Fortunately, while Trump has done many undesirable things, the talk of the loss of American democracy remains only talk. Checks and balances on the presidency still work. We are seeing the start of a strong anti-Trump protest movement. While far too many liberals were willing to ignore Hillary Clinton’s extremist positions on American interventionism, with many even defending her positions on Iraq, Libya, and Syria, and ignore her views on restricting civil liberties which are nearly as far right as those of Donald Trump, the left (and others) are already forming a resistance against Trump. Chait notes that, at least for now, the resistance has the upper hand:

It is worth noting that, so far, normal political countermobilization seems to be working quite well. “The Resistance,” as anti-Trump activists have come to be known, has already rattled the once-complacent Republican majorities in Congress, which Trump needs to quash investigations of his corruption and opaque ties to Russia. Whatever pressure Trump has tried to apply to the news media has backfired spectacularly. His sneering contempt has inspired a wave of subscriptions that have driven new revenue to national media, which have blanketed the administration with independent coverage. Popular culture outlets, rather than responding to Trump’s election by tempering their mockery, have instead stepped it up, enraging the president.
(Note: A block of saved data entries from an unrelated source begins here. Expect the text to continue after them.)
def cluster_order(correlations: pd.DataFrame) -> list:
    """Terms ordered so that strongly correlated ones sit together.

    Average-linkage clustering on 1 - |r| with the optimal leaf order
    (scipy.cluster.hierarchy); falls back to the order of appearance for
    fewer than three terms.
    """
    require(correlations, ["term_a", "term_b", "r"], "correlations")
    names = list(
        dict.fromkeys(list(correlations["term_a"].astype(str)) + list(correlations["term_b"].astype(str)))
    )
    if len(names) < 3:
        return names
    from scipy.cluster.hierarchy import leaves_list, linkage, optimal_leaf_ordering
    from scipy.spatial.distance import squareform

    index = {n: i for i, n in enumerate(names)}
    dist = np.ones((len(names), len(names)))
    np.fill_diagonal(dist, 0.0)
    a = correlations["term_a"].astype(str).map(index).to_numpy()
    b = correlations["term_b"].astype(str).map(index).to_numpy()
    r = np.nan_to_num(correlations["r"].to_numpy(dtype=float), nan=0.0)
    dist[a, b] = dist[b, a] = 1.0 - np.abs(r)
    condensed = np.clip(squareform(dist, checks=False), 0.0, None)
    tree = optimal_leaf_ordering(linkage(condensed, method="average"), condensed)
    return [names[i] for i in leaves_list(tree)]


def correlation_heatmap(correlations: pd.DataFrame, order=None, *, max_terms: int = 80):
    """Pearson correlations between terms, ordered so that correlated terms cluster.

    One triangle of the matrix (each pair once). With more than ``max_terms``
    terms only those with the strongest partners are drawn (the subtitle says
    so); correlations.csv holds every pair.
    """
    require(correlations, ["term_a", "term_b", "r"], "correlations")
    frame = correlations[["term_a", "term_b", "r"]].copy()
    frame["term_a"], frame["term_b"] = frame["term_a"].astype(str), frame["term_b"].astype(str)
    names = list(dict.fromkeys(list(frame["term_a"]) + list(frame["term_b"])))
    subtitle = (
        "Blue: rise and fall in opposite directions; ochre: together. "
        f"|r| > {CORRELATION_THRESHOLD} is a common warning sign."
    )
    if len(names) > max_terms:
        strongest = pd.concat(
            [
                frame[["term_a", "r"]].rename(columns={"term_a": "term"}),
                frame[["term_b", "r"]].rename(columns={"term_b": "term"}),
            ]
        )
        strongest = strongest.assign(r=strongest["r"].abs()).groupby("term")["r"].max()
        keep = set(strongest.sort_values(ascending=False, kind="stable").head(max_terms).index)
        frame = frame[frame["term_a"].isin(keep) & frame["term_b"].isin(keep)]
        subtitle = (
            f"The {max_terms} of {len(names)} terms with the strongest partners are shown; "
            "correlations.csv holds every pair."
        )
        names = [n for n in names if n in keep]
    if order is None:
        order = cluster_order(frame)
    order = [str(t) for t in order if str(t) in set(names)] + [
        n for n in names if n not in set(map(str, order))
    ]
    position = {t: i for i, t in enumerate(order)}
    # put every pair in the lower triangle of the chosen order
    pa, pb = frame["term_a"].map(position), frame["term_b"].map(position)
    swap = pa < pb
    row = np.where(swap, frame["term_b"], frame["term_a"])
    col = np.where(swap, frame["term_a"], frame["term_b"])
    cells = pd.DataFrame({"row": row, "col": col, "r": frame["r"].astype(float)})
    cells["strong"] = np.where(cells["r"].abs() > CORRELATION_THRESHOLD, cells["r"].map(lambda v: f"{v:.1f}"), "")
    size = 18 if len(order) <= 30 else (13 if len(order) <= 60 else 10)
    data = inline(cells, digits=3)
    chart = (
        alt.Chart(data)
        .mark_rect(stroke=theme.PAPER, strokeWidth=0.5)
        .encode(
            x=alt.X(
                "col:N",
                sort=order[:-1],
                axis=alt.Axis(
                    title=None, labelAngle=-60, labelLimit=180, labelFontSize=10 if size >= 13 else 8
                ),
            ),
            y=alt.Y(
                "row:N",
                sort=order[1:],
                axis=alt.Axis(title=None, labelLimit=180, labelFontSize=10 if size >= 13 else 8),
            ),
            color=alt.Color(
                "r:Q",
                title="r",
                scale=alt.Scale(
                    domain=[-1, 0, 1],
                    range=[theme.DIVERGING[0], theme.DIVERGING[2], theme.DIVERGING[-1]],
                    interpolate="lab",
                ),
                legend=alt.Legend(
                    gradientLength=int(min(160, max(60, size * (len(order) - 1)))), format=".1f"
                ),
            ),
            tooltip=[
                alt.Tooltip("row:N", title="term"),
                alt.Tooltip("col:N", title="and"),
                alt.Tooltip("r:Q", format=".2f"),
            ],
        )
    )
    layers = [chart]
    if size >= 13:
        layers.append(
            alt.Chart(data)
            .mark_text(fontSize=8 if size < 18 else 9)
            .encode(
                x=alt.X("col:N", sort=order[:-1]),
                y=alt.Y("row:N", sort=order[1:]),
                text="strong:N",
                color=alt.condition("abs(datum.r) > 0.85", alt.value("#FFFFFF"), alt.value(theme.INK)),
            )
        )
    n = max(1, len(order) - 1)
    return alt.layer(*layers).properties(
        width=size * n,
        height=size * n,
        title=alt.Title("How the terms move together (Pearson r)", subtitle=subtitle),
    )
The most plausible (to me) mechanism by which Trump might ensconce himself in power was laid out by Matthew Yglesias three months ago. The scenario Yglesias described would be one in which Trump used the authority of the federal government to compel large firms to give him political support. Companies that opposed him, or who even refused to offer support, might be punished with selectively punitive regulation, while those that played ball might be rewarded with lax enforcement of labor, antitrust, or other regulation.
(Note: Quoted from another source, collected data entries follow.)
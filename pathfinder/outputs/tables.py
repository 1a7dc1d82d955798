"""Result tables: plain DataFrames built from fitted objects, one function each.

Column names follow the output contract (see DEVELOPERS.md); every table is
long and tidy so that the report, a spreadsheet or a plotting library can read
it without knowing how it was computed.
"""

from __future__ import annotations

import pandas as pd


def coefficients_table(fits: dict) -> pd.DataFrame:
    """method, mix, step, penalty, term, estimate (original units), estimate_std."""
    parts = []
    for (method, mix), fit in fits.items():
        long = fit.to_frame()
        long.insert(0, "mix", mix)
        long.insert(0, "method", method)
        parts.append(long)
    return pd.concat(parts, ignore_index=True)


def path_table(fits: dict) -> pd.DataFrame:
    """One row per fitted penalty: method, mix, step, penalty, n_terms, deviance, deviance_explained."""
    parts = []
    for (method, mix), fit in fits.items():
        summary = fit.summary_frame().rename(columns={"deviance_ratio": "deviance_explained"})
        summary.insert(0, "mix", mix)
        summary.insert(0, "method", method)
        parts.append(summary)
    return pd.concat(parts, ignore_index=True)
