def model_document(*, family, response_name, response_labels, terms, reference_levels, intercept,
                   coef, offset_rule, training_frame, training_X, weights=None, pick: dict,
                   package_version: str, theta=None) -> dict:
    """The JSON-ready model file of one chosen model (see the module notes).

    ``terms`` and ``reference_levels`` come from the design, ``training_X``
    is its matrix on ``training_frame`` (the kept rows and predictors of the
    survey), ``intercept`` and ``coef`` are the chosen model in original
    units, ``weights`` the observation weights (or None), ``pick`` at least
    method, rule, mix and penalty. Raises ValueError when the pieces do not
    fit together (a wiring fault, not a user's).
    """
    terms = tuple(terms)
    coef = np.asarray(coef, dtype=np.float64).ravel()
    X = np.asarray(training_X, dtype=np.float64)
    n = len(training_frame)
    if coef.shape != (len(terms),):
        raise ValueError(f"coef has {coef.size} values for {len(terms)} terms")
    if X.shape != (n, len(terms)):
        raise ValueError(f"training_X is {X.shape}; expected ({n}, {len(terms)})")
    if not np.all(np.isfinite(coef)) or not math.isfinite(float(intercept)):
        raise ValueError("the intercept and coefficients must be finite")
    w = None if weights is None else np.asarray(weights, dtype=np.float64).ravel()
    if w is not None and w.shape != (n,):
        raise ValueError(f"weights have {w.size} values for {n} training rows")
    rebuilt = apply_design(terms, reference_levels, training_frame)
    if not np.allclose(rebuilt, X, rtol=1e-12, atol=0.0):
        raise ValueError("training_X is not the design of these terms on training_frame")

    used = w > 0 if w is not None else np.ones(n, dtype=bool)
    factors = _factor_names(terms, reference_levels)
    active = [term for term, b in zip(terms, coef) if b != 0]
    numeric, categorical = {}, {}
    for name in dict.fromkeys(source for term in active for source in term.sources):
        if name in factors:
            levels = {str(reference_levels[name])} if name in reference_levels else set()
            levels |= {t.level for t in terms if t.kind == "level" and t.sources[0] == name}
            categorical[name] = {"levels": sorted(levels)}
        else:
            values, _ = parse_numbers(training_frame[name])
            table = training_percentiles(values[used], None if w is None else w[used])
            numeric[name] = {"min": float(table[0]), "max": float(table[-1]),
                             "percentiles": [float(v) for v in table]}

    labels = None
    if response_labels is not None:
        zero, one = response_labels
        labels = {"0": str(zero), "1": str(one)}
    doc = {
        "schema": SCHEMA,
        "schema_version": SCHEMA_VERSION,
        "written_by": {"package": "pathfinder", "version": str(package_version)},
        "family": str(family),
        **({} if theta is None else {"theta": float(theta)}),
        "link": LINKS.get(str(family), ""),
        "response": {"name": str(response_name), "labels": labels,
                     "prediction": _prediction_meaning(str(family), str(response_name), labels,
                                                       offset_rule)},
        "intercept": float(intercept),
        "terms": [_term_record(term, float(b), X[used, j]) for j, (term, b) in
                  enumerate(zip(terms, coef))],
        "reference_levels": {str(k): str(v) for k, v in reference_levels.items()},
        "offset": None if offset_rule is None else dict(offset_rule),
        "training": {"rows": int(n), "weighted": w is not None,
                     "numeric": numeric, "categorical": categorical},
        "pick": _pick_record(pick),
    }
    check_document(doc, "the model document")
    return doc


def _factor_names(terms, reference_levels) -> set:
    return {term.sources[0] for term in terms if term.kind == "level"} | set(reference_levels)


def _term_record(term: Term, coefficient: float, column: np.ndarray) -> dict:
    return {
        "name": term.name,
        "kind": term.kind,
        "sources": list(term.sources),
        "level": term.level,
        "centers": [float(c) for c in term.centers],
        "group": term.group,
        "coefficient": coefficient,
        "in_model": coefficient != 0,
        "range": [float(column.min()), float(column.max())] if column.size else [0.0, 0.0],
    }


def _pick_record(pick: dict) -> dict:
    missing = [key for key in REQUIRED_PICK if key not in pick]
    if missing:
        raise ValueError(f"pick lacks {', '.join(missing)}")
    out = {"method": str(pick["method"]), "rule": str(pick["rule"]),
           "mix": _number_or_none(pick["mix"]), "penalty": _number_or_none(pick["penalty"]),
           "relaxation": None if pick.get("relaxation") is None else float(pick["relaxation"])}
    for key, value in pick.items():
        if key in out:
            continue
        if isinstance(value, np.generic):
            value = value.item()
        if isinstance(value, float) and not np.isfinite(value):
            value = None
        if not (value is None or isinstance(value, (str, bool, int, float))):
            raise ValueError(f"pick field {key!r} must be a plain value, "
                             f"not {type(value).__name__}")
        out[str(key)] = value
    return out


def _number_or_none(value):
    """A finite number, or None for a method without it (subsets have no penalty)."""
    if value is None:
        return None
    value = float(value)
    return value if np.isfinite(value) else None


def _prediction_meaning(family, response, labels, offset_rule) -> str:
    fam = get_family(family)
    if fam.binary:
        what = f"'{labels['1']}'" if labels else "1"
        return f"probability that {response} is {what}"
    if fam.counts:
        per = ""
        if offset_rule and offset_rule.get("kind") == "effort":
            per = f" for the survey effort in '{offset_rule['column']}'"
        return f"expected count of {response}{per}"
    return f"expected value of {response}"


# ---------------------------------------------------------------------------
# Writing and reading
# ---------------------------------------------------------------------------


def write_atomically(path, text: str) -> Path:
    """Write ``text`` to ``path`` through a temporary file renamed into place.

    A reader never sees half a file, and an interrupted write leaves any
    earlier file as it was.
    """
    path = Path(path)
    folder = path.parent if str(path.parent) else Path(".")
    handle, temp = tempfile.mkstemp(prefix=f".{path.name}.", suffix=".partial", dir=folder)
    try:
        with os.fdopen(handle, "w", encoding="utf-8", newline="") as out:
            out.write(text)
        os.replace(temp, path)
    except BaseException:
        Path(temp).unlink(missing_ok=True)
        raise
    return path


def save_model(doc: dict, path) -> Path:
    """Check ``doc`` and write it as JSON to ``path`` (complete or not at all)."""
    check_document(doc, "the model document")
    path = Path(path)
    if path.is_dir():
        raise InputError(f"{path} is a folder; give the model file a name such as model.json")
    if not path.parent.is_dir():
        raise InputError(f"the folder of {path} does not exist; create it first")
    text = json.dumps(doc, indent=2, allow_nan=False) + "\n"
    return write_atomically(path, text)


def load_model_document(path) -> dict:
    """Read a model file and check it; any problem is one InputError line."""
    file = Path(path).expanduser()
    if not file.exists():
        raise InputError(f"model file not found: {file}; give the model.json written by "
                         "pathfinder explore")
    if file.is_dir():
        raise InputError(f"{file} is a folder; give the model.json file inside it")
    try:
        text = file.read_text(encoding="utf-8")
    except UnicodeDecodeError as exc:
        raise InputError(f"model file {file} is not UTF-8 text; give the model.json written "
                         "by pathfinder explore") from exc
    except OSError as exc:
        raise InputError(f"cannot read model file {file} ({exc.strerror or exc}); check that "
                         "you may read it") from exc
    try:
        doc = json.loads(text)
    except json.JSONDecodeError as exc:
        raise InputError(f"model file {file} is not valid JSON ({exc.msg} at line {exc.lineno}, "
                         f"column {exc.colno}); write it again with pathfinder explore") from exc
    check_document(doc, f"model file {file}")
    return doc


# ---------------------------------------------------------------------------
# Checking
# ---------------------------------------------------------------------------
So far there is no evidence such a scenario is playing out. To be sure, Trump is attempting, sporadically, to bully the private sector. But the effort has backfired. Firms whose leaders make favorable statements about the president have seen their stock get hammered. A long list of prominent CEOs has openly criticized Trump. The reason for this is obvious. Trump’s supporters may have disproportionate power in the Electoral College, but his opponents have disproportionate power in the marketplace. Firms cater in their advertising to the young, who overwhelming oppose Trump, rather than to the old, who strongly support him.

If Trump has a plan to crush his adversaries, he has not yet revealed it. His authoritarian rage thus far is mostly impotent, the president as angry Fox-News-watching grandfather screaming threats at his television that he never carries out. The danger to the republic may come later, or never. In the first month of Trump’s presidency, the resistance has the upper hand.